Stripe: It’s a mistake for tech firms to get too hung up on valuations

By Ben Lucas

Tech firms shouldn’t worry so much about valuations, the co-founder of Stripe has said, after the payments firm’s valuation was cut earlier this year.

Stripe cut its valuation to $50bn (£39bn) in March this year, which is well below its peak of $95bn back in 2021.

The valuation was slashed as it announced a new $6.5bn funding round from some of the firm’s existing shareholders, such as US venture capital firm Andreessen Horowitz and British investment management firm Baillie Gifford, as well as new investors including Goldman Sachs and two Singaporean state investors, Temasek and sovereign wealth fund GIC.

But co-founder of the Irish-American firm John Collison said he was unphased by the near 50 per cent drop in its valuation.

“Stocks prices go up, stock prices go down,” Collison said in an interview with The Sunday Times.

“A lot of high-growth companies have traded down 70, 80, 85 per cent in some cases,” he said.

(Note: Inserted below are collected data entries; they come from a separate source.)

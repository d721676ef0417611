// The movements the generator strings together: relaxed standing, walking, a lifted foot, re-teeing, the set-up
// at address (still, waggles, a forward press, a short address) and the swing itself (full or partial).
// Common practice (domain.md): a quiet address near 50/50; backswing toward the trail foot (66-78 % trail, into
// the trail heel); a fast downswing of duration D to 80-88 % lead with impact at 5/6 D, 0.24-0.30 s after the top
// (tempo ~3:1, Grober & Cholewicki); a follow-through to 93-97 % lead onto the lead heel while the trail foot rolls
// onto its toes; a held finish; then back to a relaxed stance. A partial swing (a pitch) turns less: about 40 %
// lead at the top and about 80 % at the finish.
import { syncTo, type Tracks } from './track';

export type Distractor = 'walk' | 'step' | 'waggle' | 'retee' | 'lift';
export const DISTRACTORS: readonly Distractor[] = ['walk', 'step', 'waggle', 'retee', 'lift'];

/**
 * What the golfer does in the last moments before the takeaway:
 * - still: still at address for 0.6-1.2 s;
 * - waggle: 2-3 quick small back-and-forth weight shifts, then still for 0.3-0.6 s;
 * - press: still, then a forward press (a slight shift toward the lead foot, 0.18-0.3 s) straight into the takeaway;
 * - short: a small shuffle, then still for only 0.2-0.3 s.
 */
export type PreShot = 'still' | 'waggle' | 'press' | 'short';
export const PRE_SHOTS: readonly PreShot[] = ['still', 'waggle', 'press', 'short'];
export type SwingKind = 'full' | 'partial';

/** Design times of one swing, s on the recording's axis: the truth of the detector's tests. */
export interface SwingDesign {
  /** start of the takeaway: the first instant of the trail-ward move that leads to the top */
  takeaway: number;
  /** the most trail-ward point: every control arrives at its key frame here with zero velocity */
  top: number;
  /** duration of the lead-ward downswing move (eased), s; impact is at 5/6 of it */
  downD: number;
  /** top -> impact, s */
  impactS: number;
  /** end of the follow-through: the COP comes to rest on the lead side */
  finish: number;
  partial: boolean;
  /** the forward press, when the pre-shot routine had one: its start and end, s */
  press: { start: number; end: number } | null;
}

/** Relaxed stance: both feet, slow small weight shifts (too slow to look like a swing), until `until`. */
export function idle(tr: Tracks, rnd: () => number, until: number): void {
  let t = tr.lead.end;
  while (until - t > 5) {
    // at most 4.5 s per shift, so the loop ends before `until`
    t += 1.5 + rnd();
    tr.lead.to(t, 0.5 + (rnd() - 0.5) * 0.16);
    t += 1 + rnd();
    tr.lead.holdUntil(t);
  }
  if (until - t >= 1) tr.lead.to(until - 0.5, 0.5);
  syncTo(tr, until);
}

/** Walking: single support with the other foot in the air, heel-to-toe roll, brief double support. */
export function walk(tr: Tracks, rnd: () => number, steps: number): void {
  let t = tr.lead.end;
  let onLead = rnd() < 0.5;
  t += 0.35;
  tr.lead.to(t, onLead ? 1 : 0);
  syncTo(tr, t);
  for (let s = 0; s < steps; s++) {
    const stance = 0.38 + rnd() * 0.08;
    const heel = onLead ? tr.leadHeel : tr.trailHeel;
    heel.to(tr.lead.end, 0.85);
    heel.to(t + stance, 0.1);
    t += stance;
    tr.lead.holdUntil(t);
    t += 0.1 + rnd() * 0.04; // double support: the weight passes to the other foot
    onLead = !onLead;
    tr.lead.to(t, onLead ? 1 : 0);
    tr.load.to(t - 0.05, 1.12).to(t, 1);
    syncTo(tr, t);
  }
  t += 0.4;
  tr.lead.to(t, 0.5);
  tr.leadHeel.to(t, 0.5);
  tr.trailHeel.to(t, 0.5);
  syncTo(tr, t + 1.2);
}

/** A foot lifted off the ground for a while, then put down again. */
export function lift(tr: Tracks, rnd: () => number, hold: number): void {
  let t = tr.lead.end + 0.5;
  tr.lead.to(t, rnd() < 0.5 ? 1 : 0);
  t += hold;
  tr.lead.holdUntil(t);
  t += 0.5;
  tr.lead.to(t, 0.5);
  syncTo(tr, t + 1.2);
}

/** Re-teeing: walk to the ball, bend over it on mostly one foot, walk back. */
export function retee(tr: Tracks, rnd: () => number): void {
  walk(tr, rnd, 2);
  let t = tr.lead.end + 0.6;
  const onLead = rnd() < 0.5;
  tr.lead.to(t, onLead ? 0.85 : 0.15);
  tr.leadHeel.to(t, 0.2);
  tr.trailHeel.to(t, 0.2);
  tr.load.to(t, 1.05);
  t += 1.2 + rnd() * 0.6;
  syncTo(tr, t);
  t += 0.6;
  tr.lead.to(t, onLead ? 1 : 0); // the other foot comes off the ground as the golfer stands up
  tr.leadHeel.to(t, 0.5);
  tr.trailHeel.to(t, 0.5);
  tr.load.to(t, 1);
  syncTo(tr, t + 0.3);
  walk(tr, rnd, 2);
}

function waggles(tr: Tracks, rnd: () => number, t: number, f0: number): number {
  // small quick back-and-forth of the weight at address
  const cycles = 2 + Math.floor(rnd() * 2);
  for (let c = 0; c < cycles; c++) {
    tr.lead.to((t += 0.2), f0 + 0.03).to((t += 0.2), f0 - 0.03);
  }
  tr.lead.to((t += 0.2), f0);
  return t;
}

/**
 * Setting up at address, then the pre-shot routine; returns the takeaway time, the lead share the takeaway starts
 * from and the forward press. `legacyWaggle` is the waggle distractor: waggles, then still for 0.9-1.3 s.
 */
export function setUp(tr: Tracks, rnd: () => number, pre: PreShot, legacyWaggle = false): { t: number; f0: number; press: SwingDesign['press'] } {
  let t = tr.lead.end;
  const f0 = 0.5 + (rnd() - 0.5) * 0.06;
  t += 0.6;
  tr.lead.to(t, f0);
  tr.leadHeel.to(t, 0.5 + (rnd() - 0.5) * 0.1);
  tr.trailHeel.to(t, 0.5 + (rnd() - 0.5) * 0.1);
  t += 0.6 + rnd() * 0.6;
  syncTo(tr, t);
  if (legacyWaggle) {
    t = waggles(tr, rnd, t, f0);
    t += 0.9 + rnd() * 0.4;
    syncTo(tr, t);
    return { t, f0, press: null };
  }
  if (pre === 'still') {
    t += 0.6 + rnd() * 0.6;
    syncTo(tr, t);
    return { t, f0, press: null };
  }
  if (pre === 'waggle') {
    t = waggles(tr, rnd, t, f0);
    t += 0.3 + rnd() * 0.3;
    syncTo(tr, t);
    return { t, f0, press: null };
  }
  if (pre === 'short') {
    // a small shuffle of the weight, then only a brief still moment before the takeaway
    const d = (rnd() < 0.5 ? -1 : 1) * (0.03 + rnd() * 0.02);
    tr.lead.to((t += 0.3), f0 + d).to((t += 0.3), f0);
    t += 0.2 + rnd() * 0.1;
    syncTo(tr, t);
    return { t, f0, press: null };
  }
  // press: still, then a slight shift toward the lead foot that runs straight into the takeaway
  t += 0.4 + rnd() * 0.6;
  syncTo(tr, t);
  const start = t;
  const size = 0.025 + rnd() * 0.025;
  t += 0.18 + rnd() * 0.12;
  tr.lead.to(t, f0 + size);
  syncTo(tr, t);
  return { t, f0: f0 + size, press: { start, end: t } };
}

/** Back from wherever the weight is to a relaxed, even stance. */
export function relax(tr: Tracks, t: number): void {
  tr.lead.to(t, 0.5);
  tr.leadHeel.to(t, 0.5);
  tr.trailHeel.to(t, 0.5);
  syncTo(tr, t + 1);
}

/** One swing from the relaxed stance; returns its design times. */
export function swing(tr: Tracks, rnd: () => number, pre: PreShot, kind: SwingKind, legacyWaggle = false): SwingDesign {
  const { t: takeaway, press } = setUp(tr, rnd, pre, legacyWaggle);
  const partial = kind === 'partial';
  // takeaway -> top 0.75-1.0 s (Grober & Cholewicki: backswing 0.7-1.0 s); a pitch a little shorter
  const backswingS = partial ? 0.6 + rnd() * 0.2 : 0.75 + rnd() * 0.25;
  const top = takeaway + backswingS;
  tr.lead.to(top, partial ? 0.37 + rnd() * 0.06 : 0.22 + rnd() * 0.12);
  tr.trailHeel.to(top, partial ? 0.55 + rnd() * 0.05 : 0.6 + rnd() * 0.1);
  tr.leadHeel.to(top, 0.45);
  syncTo(tr, top);
  const impactS = partial ? 0.26 + rnd() * 0.06 : 0.24 + rnd() * 0.06;
  const downD = (impactS * 6) / 5;
  const downEnd = top + downD;
  tr.lead.to(downEnd, partial ? 0.72 + rnd() * 0.06 : 0.8 + rnd() * 0.08);
  syncTo(tr, downEnd);
  const finish = downEnd + 0.45 + rnd() * 0.15;
  tr.lead.to(finish, partial ? 0.79 + rnd() * 0.04 : 0.93 + rnd() * 0.04);
  tr.leadHeel.to(finish, partial ? 0.6 + rnd() * 0.1 : 0.7 + rnd() * 0.1);
  tr.trailHeel.to(finish, partial ? 0.25 : 0.1);
  syncTo(tr, finish);
  const t = finish + 1.5 + rnd();
  syncTo(tr, t);
  relax(tr, t + 0.9);
  return { takeaway, top, downD, impactS, finish, partial, press };
}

“Even before the latest funding round, people inside Stripe – they’re very smart – were not expecting that the way Stripe was valued in 2021 was the way it would be valued in 2023,” he added.

“But also, you don’t feed your family with equity valuations. It’s really a mistake for founders to get caught up in all that,” he said.

Stripe has remained privately owned since it was founded in 2009, despite recurring speculation about a possible IPO.

But Collision insisted that option was not on the table. “We have no plans to go public,” he said.